The Indy Lights cars behave much like their older cousins with a distinctive, boosty power delivery and they look a real handful over the joints in the concrete surface.
While only a ten-car field, this year’s Indy Lights entry is dripping with talent. Much hyped is Rinus VeeKay, the well-funded Dutchman who has bounced into the category on the back of Indy Pro 2000 laurels in 2018. He survives an early clash with fellow title rival Oliver Askew on lap one to lead from the front. Askew is not so lucky and retires as a result of damage suffered against one of St Pete’s unyielding concrete walls.
VeeKey is able to win at a canter but not without race-long pressure from Zachary Claman and Brit Toby Sowery. It sets up what should be a fierce season-long title fight.
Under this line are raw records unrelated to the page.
"""Proportions of the link, its pins and the chain end."""

from __future__ import annotations

import math
from dataclasses import replace

import numpy as np

from loads.checks import eyes, pins, press
from loads.checks.link import link_rules
from loads.checks.link_sections import LinkShape
from loads.far_ends.behaviour import PlateUse
from loads.far_ends.flexible import bridge_depth
from loads.far_ends.registry import behaviour
from loads.practice import value
from loads.proportions.basis import (
    LEAST_LINK,
    LEAST_WIDTH,
    LOOK_AT,
    Basis,
    Pair,
    first,
    index,
    next_up,
    round_up,
    sink_depth,
)
from parts.contact_lengths import chain_pin_in_link, crank_pin_in_link
from parts.design import Assumed, Floats
from parts.far_ends.base import EndForm
from parts.fits import covers, interference
from parts.hardware import retaining_ring
from parts.sizes import ChainEndSizes, ChainPinSizes, CrankPinSizes, LinkSizes

# the loosest fits that are chosen where the design names none: a pin that runs, and one that lies close or is pressed in
RUNNING, CLOSE = "H8/f7", "H7/h6"
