def test_what_was_assumed_is_listed_and_what_was_given_is_not() -> None:
    e = machine(text_of("impact-rig"), "crank_radius = 0.05")
    keys = [row.key for row in e.assumed if row.key.startswith("tolerances.")]
    assert "tolerances.crank_radius" not in keys
    assert {"tolerances.link_length", "tolerances.backlash", "tolerances.worn_elongation", "tolerances.chance"} <= set(
        keys
    )
    assert not any("play" in key for key in keys)
    assert len(keys) == len(set(keys))


def test_a_worn_chain_draws_less_and_fires_no_sooner() -> None:
    e = machine(text_of("soil-tamper"))
    found, chain = study(e), e.chain
    assert chain is not None
    assert found.worn_length == pytest.approx(chain.wear)
    assert found.worn_draw is not None
    assert found.draw.mean - found.worn_draw.mean == pytest.approx(chain.wear, rel=1e-6)
    assert found.worn_energy is not None
    # a weight of constant pull: energy goes with the draw
    assert found.energy.mean - found.worn_energy.mean == pytest.approx(590.0 * chain.wear, rel=1e-6)


def test_plays_are_those_of_the_fit() -> None:
    e = machine(text_of("impact-rig"))
    # H8/f7 at 16 mm: hole 0…27, shaft −34…−16 µm, so 16 to 61 µm of play
    found = {cause.key: cause for cause in causes(context_of(e), e.chain)}
    assert (found["play_along"].low, found["play_along"].high) == pytest.approx((0.008, 0.0305))
    assert (found["play_across"].low, found["play_across"].high) == pytest.approx((-0.0305, 0.0305))
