def test_an_unsupported_function_exits_2_and_is_named_with_its_dependants(partly: Path) -> None:
    result = run("check", partly)
    assert result.exit_code == 2
    assert "NOSUCHFUNCTION" in result.output
    assert "1 cell depends on it, not verified: Girder!C2" in result.output


def test_a_cell_without_a_saved_value_exits_2(tmp_path: Path) -> None:
    result = run("check", write_book(tmp_path / "unsaved.xlsx", {**GOOD, "C1": ("A1+1", None)}))
    assert result.exit_code == 2
    assert "No saved value (1)" in result.output


@pytest.mark.parametrize(
    ("name", "content"),
    [
        ("missing.xlsx", None),
        ("text.xlsx", b"not a zip"),
        ("empty.xlsx", b""),
        ("old.xls", b"\xd0\xcf\x11\xe0\xa1\xb1"),
    ],
)
def test_a_file_that_cannot_be_read_exits_3_with_one_line(tmp_path: Path, name: str, content: bytes | None) -> None:
    path = tmp_path / name
    if content is not None:
        path.write_bytes(content)
    result = process("check", path)
    assert result.returncode == 3
    headline, reason, *_ = result.stdout.splitlines()
    assert headline == f"{path}: unreadable"
    assert name in reason
    assert "Traceback" not in result.stdout + result.stderr


def test_the_worst_of_many_books_counts(good: Path, bad: Path, partly: Path) -> None:
    assert run("check", good, partly).exit_code == 2
    assert run("check", bad, partly, good).exit_code == 1
    assert run("check", good.with_name("none.xlsx"), bad).exit_code == 3


def test_many_books_end_with_a_count(good: Path, bad: Path) -> None:
    closing = run("check", good, bad, good).output.splitlines()[-1]
    assert closing == "3 books: 2 hold, 1 does not hold. Tolerance: relative 1e-9, absolute 1e-12."


def test_a_folder_stands_for_its_books(good: Path, bad: Path, tmp_path: Path) -> None:
    (tmp_path / "~$good.xlsx").write_bytes(b"the lock file of an open book")
    result = run("check", tmp_path)
    assert [line for line in result.output.splitlines() if line.endswith("hold") and ".xlsx:" in line] == [
        f"{bad}: does not hold"
    ]
    assert f"{good}: holds" in result.output
    assert result.exit_code == 1


def test_a_folder_without_books_is_refused(tmp_path: Path) -> None:
    result = process("check", tmp_path)
    assert result.returncode == 4
    assert result.stderr.startswith("cellsection: there are no workbooks")


def test_json_says_the_same_as_data(good: Path, bad: Path) -> None:
    result = process("check", good, bad, "--json")
    made = json.loads(result.stdout)
    assert result.returncode == made["exit code"] == 1
    assert [book["verdict"] for book in made["books"]] == ["holds", "does not hold"]
    assert made["books"][1]["findings"][0]["address"] == "Girder!B1"
    assert result.stderr == ""


def test_books_are_checked_in_several_processes_in_their_order(good: Path, bad: Path) -> None:
    made = json.loads(process("check", good, bad, good, "--json", "--jobs", 2).stdout)
    assert [Path(book["book"]).name for book in made["books"]] == ["good.xlsx", "bad.xlsx", "good.xlsx"]
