"""Published values that wait for a chapter of the mechanics: kept as data, switched on by moving them to a reading.

Every row is either computed now (tables.py, figures.py, worked.py) or named here; a test holds that no row is in both
or in neither.
"""

from __future__ import annotations

from tests.published.published import Row

__all__ = ["CHAPTERS", "awaited_chapter"]

PLASTIC = "plastic"
TORSION = "torsion constant"
WARPING = "warping and shear centre"
SHEAR = "shear flow"
CRACKED = "cracked"
CHAPTERS = (PLASTIC, TORSION, WARPING, SHEAR, CRACKED)

QUANTITIES = {  # of rolled and cold-formed sections, and of figures
    **dict.fromkeys(("Wpl", "Wpl,y", "Wpl,z", "Wpl,yy", "Wpl,zz", "Z", "Zx", "Zy", "shape factor"), PLASTIC),
    **dict.fromkeys(("Zx (axis parallel to base)", "Z / (b h^2)"), PLASTIC),
    **dict.fromkeys(("It", "J", "Ct", "C"), TORSION),
    **dict.fromkeys(("Iw", "ym(shear centre to centroid)", "xM (shear centre to centroid, thin-walled)"), WARPING),
    "Cw (sharp-corner midline)": WARPING,
    "xo (sharp-corner m + round-corner xbar)": WARPING,
    "m web midline to SC (sharp-corner midline)": WARPING,
}
THIN_WALLED = {
    **dict.fromkeys(
        (
            "Cw",
            "e",
            "e (shear centre from web midline)",
            "e (shear centre from flange-2 midline)",
            "e (shear centre from the circle centre)",
        ),
        WARPING,
    ),
    "J": TORSION,
}
WORKED = {
    "tau max": SHEAR,
    "tau min in web": SHEAR,
    "shear flow f": SHEAR,
    "max screw spacing": SHEAR,
    **dict.fromkeys(("n", "x", "kd cracked", "fs at 90 ft kip", "Icr", "fc", "fs"), CRACKED),
    "e": WARPING,
    "Wno=bf ho/4": WARPING,
    "Sw1=tf bf^2 ho/16": WARPING,
    "a=sqrt(E Cw/(G J))": WARPING,
    "Qw=Z/2": WARPING,
}


def awaited_chapter(row: Row) -> str | None:
    """The chapter a row waits for, None where it is none of these."""
    match row.source.group:
        case "torsion solid":
            return TORSION
        case "thin-walled":
            return THIN_WALLED.get(row.quantity)
        case "worked example":
            return WORKED.get(row.quantity)
    return QUANTITIES.get(row.quantity)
Our seats for the main event are once again at the end of the start / finish straight, on the infield directly above the pit exit. This turns out to be a cracking spot in which to watch the race, with turn one being the circuit’s main overtaking spot, as the racers leave the runway of the local airfield and turn onto the more conventional city streets.
The opening laps are all about Will Power, the Australian carrying his qualifying form into Sunday. An early caution period to clear up the Ryan Hunter-Reay’s expired Dallara presents an opportunity, though, for Felix Rosenqvist who catches Power napping off the restart and snatches the lead under braking into turn one in his first ever IndyCar race. He looks comfortable and composed at the front, heading 31 laps and the crowd starts to believe that it could witness a landmark rookie win.
Sadly the spectators are denied their pathos, with Josef Newgarden shuffling to the front with the help of a daring Tim Cindric strategy and a slightly obstructive Marco Andretti. Newgarden is able to run long at the second stops, hammering home a sequence of blistering laps. Meanwhile his rivals remain bottled up behind Andretti.
It’s at this stage of the race that Scott Dixon comes to the fore, muscling into second and chasing Newgarden all the way. Power completes the podium with Rosenqvist doubtless disappointed to slip to fourth.
The podium celebrations are completed between the paddock and pit road. Hanging out of the back of the grandstand offers the perfect view as Newgarden and Roger Penske shake hands in front of the victorious car. It’s the perfect launchpad for a 2019 title assault from America’s greatest race team and its latest sensation.
Street racing offers unique and special drama – the proximity to such potent machinery never loses its allure. As a pure racing spectacle, I honestly don’t believe much can touch it. IndyCar is a series right in its pomp once again with a beautiful car that races well and a wicked line-up of quality drivers.
St Petersburg may not stir the soul in quite the same way as Indianapolis, Road America or Laguna Seca but this is a terrific event. Constant warm weather and a welcoming city make an intoxicating backdrop to any motor race. When that motor race involves one of – if not the – best four-wheeled championships anywhere in the world, it’s the perfect way to kick off the season in earnest.